I have reused the plotting function mentioned under banking tab.
healthcare_stock_names <- c('HARTA', 'SUPERMX', 'TOPGLOV')
png(filename="healthcare_stock_prices.png", width=1400, height=400)
p1 <- plotLineChart(healthcaredf, healthcare_stock_names[1])
p2 <- plotLineChart(healthcaredf, healthcare_stock_names[2])
p3 <- plotLineChart(healthcaredf, healthcare_stock_names[3])
grid.arrange(p1, p2, p3, ncol=3)
dev.off()
These three stocks price movement is closely related, a very similar pattern for the whole sector.
Next, let’s plot out the trading volumes:
png(filename="healthcare_stock_volume.png", width=1400, height=400)
p1 <- plotHistogram(healthcaredf, healthcare_stock_names[1])

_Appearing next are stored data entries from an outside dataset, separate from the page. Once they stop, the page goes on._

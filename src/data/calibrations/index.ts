import "server-only";

export { correctCalibration } from "./correct-calibration";
export { recordCalibrations } from "./record-calibrations";
export { revokeCalibration } from "./revoke-calibration";
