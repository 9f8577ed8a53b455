import "server-only";
import { and, eq, isNull } from "drizzle-orm";
import type { z } from "zod";
import type { Transaction } from "../../db/client";
import { benchInstruments } from "../../db/schema/benches";
import type { Context } from "../access/actor";
import { requirePerson } from "../access/authorize";
import { invalid, refused } from "../access/errors";
import { write } from "../write";
import { endCalibration } from "./end-calibration";
import { recordCalibrationsInput } from "./inputs";
import { findOverlap, insertCalibration, lockInstrument, overlapRefusal, readPeriod } from "./internal";

type Entry = NonNullable<z.output<typeof recordCalibrationsInput>["entries"][number]>;

/** The calibrations of a bench's instruments, all of them or none. */
export function recordCalibrations(context: Context, raw: unknown) {
  return write(
    context,
    "recordCalibrations",
    recordCalibrationsInput,
    raw,
    async ({ transaction, input, record }) => {
      const { benchId, entries, takeOver } = input;
      const here = await instrumentsOn(transaction, benchId);
      const recorded = [];
      for (const [index, entry] of entries.entries()) {
        if (!entry) continue;
        if (!here.has(entry.instrumentId))
          throw refused("An instrument in the table is no longer on this bench.");
        recorded.push(await recordOne(transaction, context, { entry, index, takeOver }));
      }
      await record({
        event: "calibrations recorded",
        noun: "bench",
        objectId: benchId,
        after: { calibrations: recorded },
      });
      return { benchId, recorded: recorded.length };
    },
  );
}

async function instrumentsOn(transaction: Transaction, benchId: string): Promise<Set<string>> {
  const rows = await transaction
    .select({ instrumentId: benchInstruments.instrumentId })
    .from(benchInstruments)
    .where(and(eq(benchInstruments.benchId, benchId), isNull(benchInstruments.untilAt)));
  return new Set(rows.map((row) => row.instrumentId));
}

async function recordOne(
  transaction: Transaction,
  context: Context,
  { entry, index, takeOver }: { entry: Entry; index: number; takeOver: boolean },
) {
  const { instrumentId, validFrom: fromDay, validUntil: untilDay, ...values } = entry;
  const { code } = await lockInstrument(transaction, instrumentId);
  const { now, zone, ...period } = await readPeriod(transaction, {
    validFrom: fromDay,
    validUntil: untilDay,
  });
  const standing = await findOverlap(transaction, instrumentId, period);
  if (standing) {
    // What was measured under the earlier one keeps it, so the new one begins where the earlier one ends: now.
    const canTakeOver = takeOver && standing.validFrom < now && period.validFrom <= now;
    if (!canTakeOver) throw overlapRefusal(code, standing, zone);
    await endCalibration(transaction, context, standing.id, {
      as: "replaced",
      reason: `Replaced by ${values.reference}`,
    });
    period.validFrom = now;
    const next = await findOverlap(transaction, instrumentId, period);
    if (next) throw overlapRefusal(code, next, zone);
  }
  if (period.validUntil <= period.validFrom)
    throw invalid(`entries[${index}].validUntil`, "Valid until lies in the past.");
  await insertCalibration(transaction, code, {
    ...values,
    ...period,
    instrumentId,
    recordedBy: requirePerson(context).personId,
  });
  return { instrument: code, ...values, validFrom: fromDay, validUntil: untilDay };
}
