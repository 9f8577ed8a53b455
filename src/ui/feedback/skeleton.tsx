import { classNames } from "../class-names";

/** The outline of what is being loaded. Name it once for the whole area with `label`. */
export function Skeleton({
  lines = 3,
  label = "Loading",
  className,
}: {
  lines?: number;
  label?: string;
  className?: string;
}) {
  return (
    <div role="status" className={classNames("flex flex-col gap-2.5", className)}>
      <span className="sr-only">{label}</span>
      {Array.from({ length: lines }, (_, line) => (
        <div
          // biome-ignore lint/suspicious/noArrayIndexKey: all lines are alike
          key={line}
          style={{ width: `${92 - ((line * 17) % 40)}%` }}
          className="h-3.5 animate-pulse rounded-mark bg-hair-2 motion-reduce:animate-none"
        />
      ))}
    </div>
  );
}
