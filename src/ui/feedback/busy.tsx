import type { ReactNode } from "react";
import { Spinner } from "./spinner";

/** Stands where something will be: says what is being done. */
export function Busy({ children = "Loading" }: { children?: ReactNode }) {
  return (
    <p role="status" className="inline-flex items-center gap-2 text-ink-2">
      <Spinner />
      {children}
    </p>
  );
}
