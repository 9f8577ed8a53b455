import "server-only";
import type { Context } from "../access/actor";
import { refused } from "../access/errors";
import { certificatesResting } from "../benches";
import { write } from "../write";
import { endCalibration } from "./end-calibration";
import { revokeCalibrationInput } from "./inputs";
import { lockCalibration } from "./internal";

/**
 * It is not relied upon any more: no cycle and no certificate may rest on it, and those that do are named. One that was
 * replaced can still turn out to have been wrong.
 */
export function revokeCalibration(context: Context, raw: unknown) {
  return write(
    context,
    "revokeCalibration",
    revokeCalibrationInput,
    raw,
    async ({ transaction, input: { calibrationId, reason }, record }) => {
      const { reference, endedAs, endedAt } = await lockCalibration(transaction, calibrationId);
      if (endedAs && endedAs !== "replaced")
        throw refused(`Calibration ${reference} was already ${endedAs}.`);
      await endCalibration(transaction, context, calibrationId, {
        as: "revoked",
        reason,
        at: endedAt ?? undefined,
      });
      const certificates = (await certificatesResting(transaction, [calibrationId])).get(calibrationId) ?? [];
      await record({
        event: "calibration revoked",
        noun: "calibration",
        objectId: calibrationId,
        before: { reference, ended: endedAs },
        after: { certificates: certificates.map((certificate) => certificate.number) },
        reason,
      });
      return { calibrationId, certificates };
    },
  );
}
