import type { StatusKind } from "./status-mark-kind";

/** Each kind has a shape of its own; conditional ones are hollow. */
const shapes: Record<StatusKind, { d: string; hollow?: boolean }> = {
  pass: { d: "M5 0.5a4.5 4.5 0 1 1 0 9a4.5 4.5 0 1 1 0-9z" },
  "conditional pass": { d: "M5 1.2a3.8 3.8 0 1 1 0 7.6a3.8 3.8 0 1 1 0-7.6z", hollow: true },
  "conditional fail": { d: "M1.4 1.4h7.2v7.2h-7.2z", hollow: true },
  fail: { d: "M0.8 0.8h8.4v8.4h-8.4z" },
  held: { d: "M1.2 0.8h2.8v8.4h-2.8zM6 0.8h2.8v8.4h-2.8z" },
  late: { d: "M5 0.6l4.7 8.6h-9.4z" },
  due: { d: "M5 1.8l3.8 6.9h-7.6z", hollow: true },
  neutral: { d: "M1 4.2h8v1.6h-8z" },
};

export function StatusShape({ kind }: { kind: StatusKind }) {
  const { d, hollow } = shapes[kind];
  return (
    <svg aria-hidden="true" focusable="false" width="9" height="9" viewBox="0 0 10 10" className="shrink-0">
      <path
        d={d}
        fill={hollow ? "none" : "currentColor"}
        stroke={hollow ? "currentColor" : "none"}
        strokeWidth="1.6"
      />
    </svg>
  );
}
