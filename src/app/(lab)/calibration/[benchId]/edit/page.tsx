import type { Metadata } from "next";
import Link from "next/link";
import { notFound } from "next/navigation";
import { currentContext } from "@/auth/current-actor";
import { authorize } from "@/data/access/authorize";
import { getBench } from "@/data/benches";
import { answerPage } from "@/data/edge/answer-page";
import { listFluids } from "@/data/fluids";
import { BenchForm } from "@/features/benches/bench-form";
import { PlaceInstrumentForms } from "@/features/benches/place-instrument-dialogs";
import { PageHeader } from "@/ui/layout/page-header";
import { Sheet } from "@/ui/layout/sheet";

export const metadata: Metadata = { title: "Edit bench" };

export default async function EditBenchPage({ params }: PageProps<"/calibration/[benchId]/edit">) {
  const context = await currentContext();
  await answerPage(authorize(context, "editBench"));
  const { detail, ...bench } = await answerPage(getBench(context, await params));
  if (!detail) notFound();
  const fluids = await answerPage(listFluids(context, { withRetired: true }));
  const offered = fluids.filter(({ retired, fluidId }) => !retired || fluidId === detail.fluidId);
  return (
    <>
      <PageHeader
        title={`Edit bench ${bench.code}`}
        back={<Link href={`/calibration/${bench.benchId}`}>Bench {bench.code}</Link>}
      />
      <div className="flex flex-col gap-3.5">
        <Sheet>
          <BenchForm
            bench={{ ...bench, ...detail }}
            fluids={offered.map(({ fluidId, name }) => ({ value: fluidId, label: name }))}
          />
        </Sheet>
        <Sheet title="Instruments" padding="none">
          <PlaceInstrumentForms benchId={bench.benchId} places={detail.places} />
        </Sheet>
      </div>
    </>
  );
}
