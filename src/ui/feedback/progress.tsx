type Props = {
  label: string;
  /** 0 to 1; left out when nobody knows how far it is. */
  value?: number;
  labelHidden?: boolean;
};

export function Progress({ label, value, labelHidden = false }: Props) {
  const percent = value === undefined ? undefined : Math.round(Math.max(0, Math.min(1, value)) * 100);
  return (
    <div className="flex flex-col gap-1">
      {labelHidden ? null : (
        <div className="flex justify-between text-small text-ink-2">
          <span>{label}</span>
          {percent === undefined ? null : <span>{percent} %</span>}
        </div>
      )}
      <div
        role="progressbar"
        aria-label={label}
        aria-valuemin={0}
        aria-valuemax={100}
        aria-valuenow={percent}
        className="h-1.5 overflow-hidden rounded-mark bg-hair-2"
      >
        <div
          style={{ width: `${percent ?? 40}%` }}
          className={
            percent === undefined ? "h-full animate-pulse bg-petrol" : "h-full bg-petrol transition-[width]"
          }
        />
      </div>
    </div>
  );
}
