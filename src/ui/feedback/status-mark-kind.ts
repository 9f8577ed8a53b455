export type StatusKind =
  | "pass"
  | "conditional pass"
  | "conditional fail"
  | "fail"
  | "held"
  | "late"
  | "due"
  | "neutral";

p2 <- plotHistogram(healthcaredf, healthcare_stock_names[2])
p3 <- plotHistogram(healthcaredf, healthcare_stock_names[3])
grid.arrange(p1, p2, p3, ncol=3)
dev.off()
The highest trading volumes are observed between August 2020 and September 2020.
From the charts, we can summarise that the prices of the golve stocks increased exponentially as the rise of covid 19 cased until third quarter of the year 2020. And the sharp decline in healthcare equipment stocks is closely followed by the first announcement of the covid-19 vaccine by Pfizer in November 2020.